Präzise Datenerfassung aus der Luft
Während der Befliegung wurden rund 1.000 georeferenzierte Einzelbilder aufgenommen. Diese Fotos decken die gesamte Fläche aus unterschiedlichen Blickwinkeln ab. Jede Aufnahme wird dabei mit ihrer exakten Position und Ausrichtung im Raum gespeichert. So lässt sich später genau nachvollziehen, von welchem Punkt aus jedes Bild aufgenommen wurde. Das bedeutet: enorme Rechenleistung, viele Variablen und ein Computer mit viel Rechenleistung.

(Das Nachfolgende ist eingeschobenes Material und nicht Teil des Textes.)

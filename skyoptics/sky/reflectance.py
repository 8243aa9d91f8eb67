"""How much light ground throws back, by wavelength: simple smooth spectra by name.

Common values from memory, drawn after field spectra as collected in spectral libraries and textbooks: the green bump and the
red edge of leaves (D. M. Gates et al., Appl. Opt. 4, 11 (1965)), soils that climb towards the red, clean snow (W. J. Wiscombe &
S. G. Warren, J. Atmos. Sci. 37, 2712 (1980)) with some dirt and roughness. Real ground strays from them by a factor of 1.5.
*sea* and *lake* are what comes out of clear blue and of greenish water, looking straight down, as a share of the light that
falls on it; what the surface mirrors is not in them.
"""

from __future__ import annotations

import numpy as np

from skyoptics.errors import DomainError, nearest
from skyoptics.materials.ranges import within
from skyoptics.optics.bins import Bins
from skyoptics.units import NM, ArrayLike, FloatArray

_KNOTS_NM = np.array([380, 400, 450, 500, 530, 550, 570, 600, 650, 680, 700, 720, 750, 800], dtype=np.float64)
SPECTRA: dict[str, tuple[float, ...]] = {
    "grass": (0.035, 0.037, 0.043, 0.055, 0.085, 0.100, 0.092, 0.075, 0.055, 0.050, 0.095, 0.22, 0.38, 0.45),
    "forest": (0.018, 0.019, 0.021, 0.026, 0.040, 0.047, 0.043, 0.034, 0.026, 0.024, 0.048, 0.12, 0.22, 0.27),
    "soil": (0.055, 0.060, 0.075, 0.098, 0.118, 0.135, 0.153, 0.175, 0.205, 0.220, 0.229, 0.237, 0.248, 0.265),
    "sand": (0.14, 0.16, 0.20, 0.25, 0.285, 0.31, 0.33, 0.355, 0.385, 0.40, 0.408, 0.415, 0.425, 0.44),
    "rock": (0.13, 0.14, 0.165, 0.185, 0.198, 0.205, 0.211, 0.218, 0.226, 0.230, 0.232, 0.234, 0.237, 0.24),
    "snow": (0.90, 0.91, 0.925, 0.93, 0.93, 0.93, 0.928, 0.922, 0.91, 0.902, 0.896, 0.89, 0.88, 0.865),
    "sea": (0.024, 0.027, 0.028, 0.020, 0.012, 0.009, 0.0065, 0.0025, 0.0012, 0.0009, 0.0007, 0.0004, 0.0002, 0.0001),
    "lake": (0.008, 0.009, 0.013, 0.021, 0.028, 0.030, 0.028, 0.014, 0.008, 0.006, 0.005, 0.003, 0.002, 0.0015),
}
"""Reflectance at the knots [1]; constant beyond both ends."""


def reflectance(kind: str | ArrayLike, bins: Bins) -> FloatArray:
    """Return the reflectance of ground as bin means.

    Parameters
    ----------
    kind : str, float or array_like
        A name of `SPECTRA`; one number for all bins, 0 to 1; or bin means, shape (nλ,).
    bins : Bins
        Spectral bins.

    Returns
    -------
    ndarray, shape (nλ,)
        [1]

    Raises
    ------
    DomainError
        For an unknown name, a number outside 0 to 1 or a wrong count of bin means.
    """
    if isinstance(kind, str):
        if kind not in SPECTRA:
            known = ", ".join(SPECTRA)
            raise DomainError(f"no ground {kind!r}{nearest(kind, SPECTRA)} (there are {known}, or a number 0 to 1)")
        values = np.array(SPECTRA[kind])
        wavelength = np.concatenate([[100.0], _KNOTS_NM, [5000.0]]) * NM
        return bins.mean(wavelength, np.concatenate([values[:1], values, values[-1:]]))
    values = within("reflectance of the ground", kind, 0.0, 1.0)
    if values.shape not in ((), (len(bins),)):
        raise DomainError(f"reflectance needs one number or {len(bins)} bin means, got shape {values.shape}")
    return np.clip(np.broadcast_to(values, (len(bins),)), 0.0, 1.0).copy()
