@pytest.mark.parametrize("depth", [0.1, 1.0, 3.0])
@pytest.mark.parametrize("elevation_deg", [65.0, -12.0])
def test_a_mixture_of_grains_agrees_with_photons_followed_one_by_one(depth, elevation_deg):
    """Three kinds, extinction by direction, absorption, light from above or below, four orders apart: 4 standard errors."""
    dust = Dust(MIXED, elevation_deg)
    _, tallies = traced(dust.layer(depth, SHARES), 6, 4096, orders=4, scatter=dust)
    photons = 100_000
    sun = np.abs(dust.sun) * [1.0, 1.0, -1.0]  # from above; light from below is its mirror image
    up, down, absorbed, unscattered = analogue(MIXED, SHARES, depth, sun, photons, 4, np.random.default_rng(8))
    if elevation_deg < 0.0:
        up, down = down, up
    for what, expected in (
        (lambda tally: tally.up[:4] / tally.incident, up),
        (lambda tally: tally.down[:4] / tally.incident, down),
        (lambda tally: tally.absorbed / tally.incident, absorbed),
        (lambda tally: tally.unscattered / tally.incident, unscattered),
    ):
        mean, error = mean_and_error([what(tally) for tally in tallies])
        chance = np.sqrt((np.asarray(expected) + 1.0 / photons) / photons)
        assert np.all(np.abs(mean - expected) <= 4.0 * np.hypot(error, chance) + 1e-6)
    assert whole(tallies[0]) == pytest.approx(0.0, abs=2e-5)  # no chance in the power of these grains


@pytest.mark.parametrize("edge", [0.0, rim()])
def test_isotropic_light_scattered_once_is_the_slab_formula(edge):
    """Phase ½ k0 / 4π (half the reference extinction is diffraction): radiance by elevation, both sides, to 4 standard errors."""
    dust = Dust(((plates, 0.0, 1.0), (columns, 0.0, 1.0)), 30.0)
    shares = (0.6, 0.4)
    grid = Directions.cylindrical((60, 1), np.eye(3), (-np.pi, np.pi), (30 * DEG, -30 * DEG))
    planes, _ = traced(dust.layer(0.5, shares, rim=edge), 12, 2 * RAYS, grid, orders=1, scatter=dust)
    mean, error = mean_and_error(planes[:, 0, :, 0])
    fine = (np.arange(60 * 64) + 0.5) / (60 * 64) * -60 * DEG + 30 * DEG
    height = 9e3 if edge else 1e-6
    amount = slab(fine, 30 * DEG, 1.0, lambda z: 0.6 * plates(z) + 0.4 * columns(z), height)
    expected = (amount * np.cos(fine)).reshape(60, 64).sum(axis=1) / np.cos(fine).reshape(60, 64).sum(axis=1)
    expected *= 0.5 * (0.6 * plates(0.5) + 0.4 * columns(0.5)) / (4.0 * np.pi)
    assert np.all(np.abs(mean - expected) < 5.0 * error)
    deviate = np.sum(((mean - expected) / error) ** 2 * 9.0 / 11.0)  # mean of t² with 11 degrees of freedom
    assert deviate < chi2.ppf(0.9999, 60)
    assert np.median(error / expected) < 0.02


# ---------------------------------------------------------------- crystals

Von Einzelbildern zum digitalen 3D-Modell. Die Bilddaten werden anschließend mit einer Photogrammetrie-Software Agisoft Metashape verarbeitet. Dabei werden die vielen Einzelbilder rechnerisch miteinander verknüpft. Aus Millionen von Bildpunkten entsteht so ein detailliertes, georeferenziertes 3D-Modell der Oberfläche. Anschließend wird das Modell mithilfe von Zielmarken am Boden zusätzlich georeferenziert, wodurch sich die Genauigkeit weiter verbessert.
Das Verfahren bildet jedoch ausschließlich sichtbare Oberflächen ab. Bei Vegetation bedeutet das: Gras, Sträucher oder Büsche erscheinen im Modell als Oberfläche, während der Boden darunter nicht sichtbar ist. Für Volumenberechnungen in bewachsenen Bereichen ist diese Methode daher nur eingeschränkt geeignet. Hohe Genauigkeit bei offenen Flächen. Besonders präzise Ergebnisse lassen sich auf bewuchsarmen oder offenen Flächen erzielen, zum Beispiel auf Schotterflächen oder Erdlagern.
Unter guten Bedingungen erreichen Drohnenaufnahmen Genauigkeiten von etwa ±2 bis 5 Zentimetern und liefern damit eine zuverlässige Grundlage für viele Vermessungs- und Planungsaufgaben.
Orthofotos als Grundlage für Planung und Analyse
Das wichtigste Endprodukt der Befliegung ist das sogenannte Orthofoto. Dabei werden die vielen Einzelbilder zu einem maßstabsgetreuen und entzerrten Luftbild zusammengesetzt. Die erreichbare Genauigkeit liegt, abhängig von Flughöhe, Auflösung und Befliegungsstrategie bei etwa 1 bis 3 Zentimetern. Bei größeren Flächen wird häufig eine Pixelauflösung von rund 3 cm verwendet. Dadurch lassen sich selbst kleinere Details wie Büsche, Geländekanten oder einzelne Strukturen klar erkennen. Orthofotos eignen sich daher hervorragend als Planungsgrundlage, Dokumentation oder Hintergrundkarte für GIS- und Vermessungsprojekte.